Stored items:
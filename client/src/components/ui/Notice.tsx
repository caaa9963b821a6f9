import type { ReactNode } from 'react';
import { isApiError } from '../../lib/api-client';
import { cx } from './cx';

type Tone = 'info' | 'caution' | 'problem' | 'done';

const TONES: Record<Tone, string> = {
  info: 'border-rule bg-sheet',
  done: 'border-ink bg-sheet',
  caution: 'border-line bg-sheet',
  problem: 'border-line-deep bg-sheet',
};

export interface NoticeProps {
  tone?: Tone;
  title?: ReactNode;
  children?: ReactNode;
  /** 'alert' interrupts a screen reader; use it only for something that just went wrong. */
  role?: 'alert' | 'status';
  className?: string;
}

/** A bordered message block. The thick left rule carries the tone, so it reads without colour. */
export function Notice({ tone = 'info', title, children, role, className }: NoticeProps) {
  return (
    <div role={role} className={cx('rounded-md border border-l-8 px-4 py-3 text-sm', TONES[tone], className)}>
      {title && <p className="font-semibold">{title}</p>}
      {children && <div className={cx(title ? 'mt-1' : undefined, 'text-ink-2 [&_p+p]:mt-1')}>{children}</div>}
    </div>
  );
}

export interface ErrorWording {
  /** Replaces the server's sentence for a stale edit, e.g. "Someone else changed this person…". */
  versionConflict?: string;
  notFound?: string;
}

/** The sentence a person reads for a failure. A refusal always starts "You can't do that:". */
export function describeError(error: unknown, wording: ErrorWording = {}): string {
  if (!isApiError(error)) return 'Something unexpected happened. Please try again.';
  switch (error.code) {
    case 'forbidden':
      return `You can't do that: ${error.message}`;
    case 'csrf_failed':
      return `You can't do that: ${error.message} Your session was refreshed; please try again.`;
    case 'version_conflict':
      return wording.versionConflict ?? error.message;
    case 'not_found':
      return wording.notFound ?? error.message;
    default:
      return error.status === 403 ? `You can't do that: ${error.message}` : error.message;
  }
}

export function ErrorNotice({
  error,
  wording,
  title,
  className,
}: {
  error: unknown;
  wording?: ErrorWording;
  title?: string;
  className?: string;
}) {
  if (!error) return null;
  const requestId = isApiError(error) ? error.requestId : null;
  return (
    <Notice tone="problem" role="alert" title={title} className={className}>
      <p>{describeError(error, wording)}</p>
      {requestId && <p className="text-xs text-muted">Reference for support: {requestId}</p>}
    </Notice>
  );
}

What you need to do: Reply with the number of lines in the data above that contain "ErrorWording", and with nothing else.

Output: 3